Python HashMap O(n) solution


  • 0
    H
    class Solution(object):
        def wordsAbbreviation(self, A):
            """
            :type dict: List[str]
            :rtype: List[str]
            """
            n= len(A)
            mp={}
            res=["" for i in range(n)]
            for i in range(n):
                word,wn=A[i],len(A[i])
                if wn<=3: 
                    mp[word]=i
                    res[i]=word
                else:
                    abbr=word[:1]+str(wn-2)+word[-1]
                    j=0
                    while mp.has_key(abbr) and mp[abbr]==-1 and j<wn:
                        abbr=word[:j+1]+str(wn-(j+1)-1)+ word[-1]

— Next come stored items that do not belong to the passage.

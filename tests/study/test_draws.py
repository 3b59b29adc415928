"""Samples have the means, spreads and correlations that were asked for."""

from __future__ import annotations

import math

import numpy as np
import pytest

from optics.study.draws import (
    SEQUENCES,
    Draws,
    Group,
    Spread,
    correlation_range,
    covariance,
    draw,
)

NORMAL = Spread("a", 50.0, "normal", 2.0)
UNIFORM = Spread("b", 0.7, "uniform", 0.03)
MANY = 16384


def correlation_of(drawn: Draws, one: int, other: int) -> float:
    return float(np.corrcoef(drawn.values[:, one], drawn.values[:, other])[0, 1])


def test_normal_and_uniform_numbers_have_their_mean_and_standard_deviation() -> None:
    drawn = draw([NORMAL, UNIFORM], [], MANY, 1)
    mean, sd = drawn.values.mean(axis=0), drawn.values.std(axis=0)
    # Far within the error 1/√n of independent samples, 0.008 standard deviations.
    assert mean == pytest.approx([50.0, 0.7], abs=1e-3)
    assert sd == pytest.approx([2.0, 0.03 / math.sqrt(3.0)], rel=1e-3)
    assert [NORMAL.sd, UNIFORM.sd] == pytest.approx([2.0, 0.03 / math.sqrt(3.0)], rel=1e-12)
    uniform = drawn.values[:, 1]
    assert uniform.min() > 0.67
    assert uniform.max() < 0.73
    quarter = np.quantile(drawn.values[:, 0], 0.25)
    assert quarter == pytest.approx(50.0 - 0.6744898 * 2.0, abs=2e-3)


@pytest.mark.parametrize("correlation", [-0.4, 0.3, 0.8])
@pytest.mark.parametrize(
    "spreads", [[NORMAL] * 3, [UNIFORM] * 3, [NORMAL, UNIFORM, UNIFORM]], ids=str
)
def test_correlations_are_those_of_the_numbers_themselves(
    spreads: list[Spread], correlation: float
) -> None:
    drawn = draw(spreads, [Group((0, 1, 2), correlation)], MANY, 3)
    for one, other in ((0, 1), (0, 2), (1, 2)):
        # An error of independent samples is (1 - r²)/√n, 0.008 at most.
        assert correlation_of(drawn, one, other) == pytest.approx(correlation, abs=0.004)
    sd = drawn.values.std(axis=0)
    assert sd == pytest.approx([spread.sd for spread in spreads], rel=3e-3)
    # Only the numbers are correlated, not what they are made of.
    assert np.corrcoef(drawn.latent.T) == pytest.approx(np.eye(3), abs=0.004)


def test_numbers_outside_groups_are_independent() -> None:
    drawn = draw([NORMAL, UNIFORM, NORMAL], [Group((0, 2), 0.9)], MANY, 4)
    assert correlation_of(drawn, 0, 2) == pytest.approx(0.9, abs=0.002)
    assert abs(correlation_of(drawn, 0, 1)) < 0.004
    assert drawn.latent[:, 1] == pytest.approx((drawn.values[:, 1] - 0.7) / 0.03, abs=1e-9)


@pytest.mark.parametrize("correlation", [-1.0, 1.0])
def test_full_correlation_ties_two_numbers_together(correlation: float) -> None:
    drawn = draw([NORMAL, NORMAL], [Group((0, 1), correlation)], 256, 0)
    off = drawn.values - 50.0
    assert off[:, 1] == pytest.approx(correlation * off[:, 0], abs=1e-9)


def test_covariance_is_that_of_the_samples() -> None:
    spreads, groups = [NORMAL, UNIFORM, UNIFORM], [Group((0, 2), -0.6)]
    matrix = covariance(spreads, groups)
    sampled = np.cov(draw(spreads, groups, MANY, 5).values.T)
    scale = np.outer([one.sd for one in spreads], [one.sd for one in spreads])
    assert sampled / scale == pytest.approx(matrix / scale, abs=0.005)
    assert matrix[0, 2] == pytest.approx(-0.6 * 2.0 * 0.03 / math.sqrt(3.0), rel=1e-12)


@pytest.mark.parametrize(
    ("kinds", "low", "high"),
    [
        (["normal"] * 2, -1.0, 1.0),
        (["normal"] * 3, -0.5, 1.0),
        (["normal"] * 5, -0.25, 1.0),
        (["uniform"] * 2, -1.0, 1.0),
        (["uniform"] * 3, -6.0 / math.pi * math.asin(0.25), 1.0),
        # Two normal ones with the correlation r, the third with s = r √(π/3): 1 + r = 2 s².
        (
            ["normal", "normal", "uniform"],
            *((1 + sign * math.sqrt(1 + 8 * math.pi / 3)) / (4 * math.pi / 3) for sign in (-1, 1)),
        ),
        # A normal number cannot follow a uniform one any closer.
        (["normal", "uniform"], -math.sqrt(3.0 / math.pi), math.sqrt(3.0 / math.pi)),
    ],
)
def test_the_range_of_a_common_correlation(kinds: list[str], low: float, high: float) -> None:
    assert correlation_range(kinds) == pytest.approx((low, high), abs=1e-8)


def test_seeds_and_sequences() -> None:
    first = draw([NORMAL, UNIFORM], [], 1000, 7)
    assert np.array_equal(first.values, draw([NORMAL, UNIFORM], [], 1000, 7).values)
    assert not np.any(first.values == draw([NORMAL, UNIFORM], [], 1000, 8).values)
    count = np.bincount(first.sequence)
    assert count.size == SEQUENCES
    assert count.sum() == 1000
    assert count.max() - count.min() <= 1
    few = draw([NORMAL], [], 3, 7)
    assert few.sequence.tolist() == [0, 1, 2]


def test_a_million_samples_hold_no_infinity() -> None:
    assert np.isfinite(draw([NORMAL], [], 1_000_000, 0).values).all()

                        j+=1
                    if len(abbr)>=wn :abbr=word    
                    if mp.has_key(abbr):
                        prevword,previndex=A[mp[abbr]],mp[abbr]
                        j=0
                        while j<wn:  #they must be the same size
                            if prevword[j]==word[j]:
                                abbrbad=word[:j+1]+str(wn-(j+1)-1)+ word[-1]
                                mp[abbrbad]=-1  
                                j+=1
                            else:break
                        abbr1=prevword[:j+1]+str(wn-(j+1)-1)+prevword[-1]
                        if len(abbr1)>=wn :abbr1=prevword
                        abbr2=word[:j+1]+str(wn-(j+1)-1)+word[-1]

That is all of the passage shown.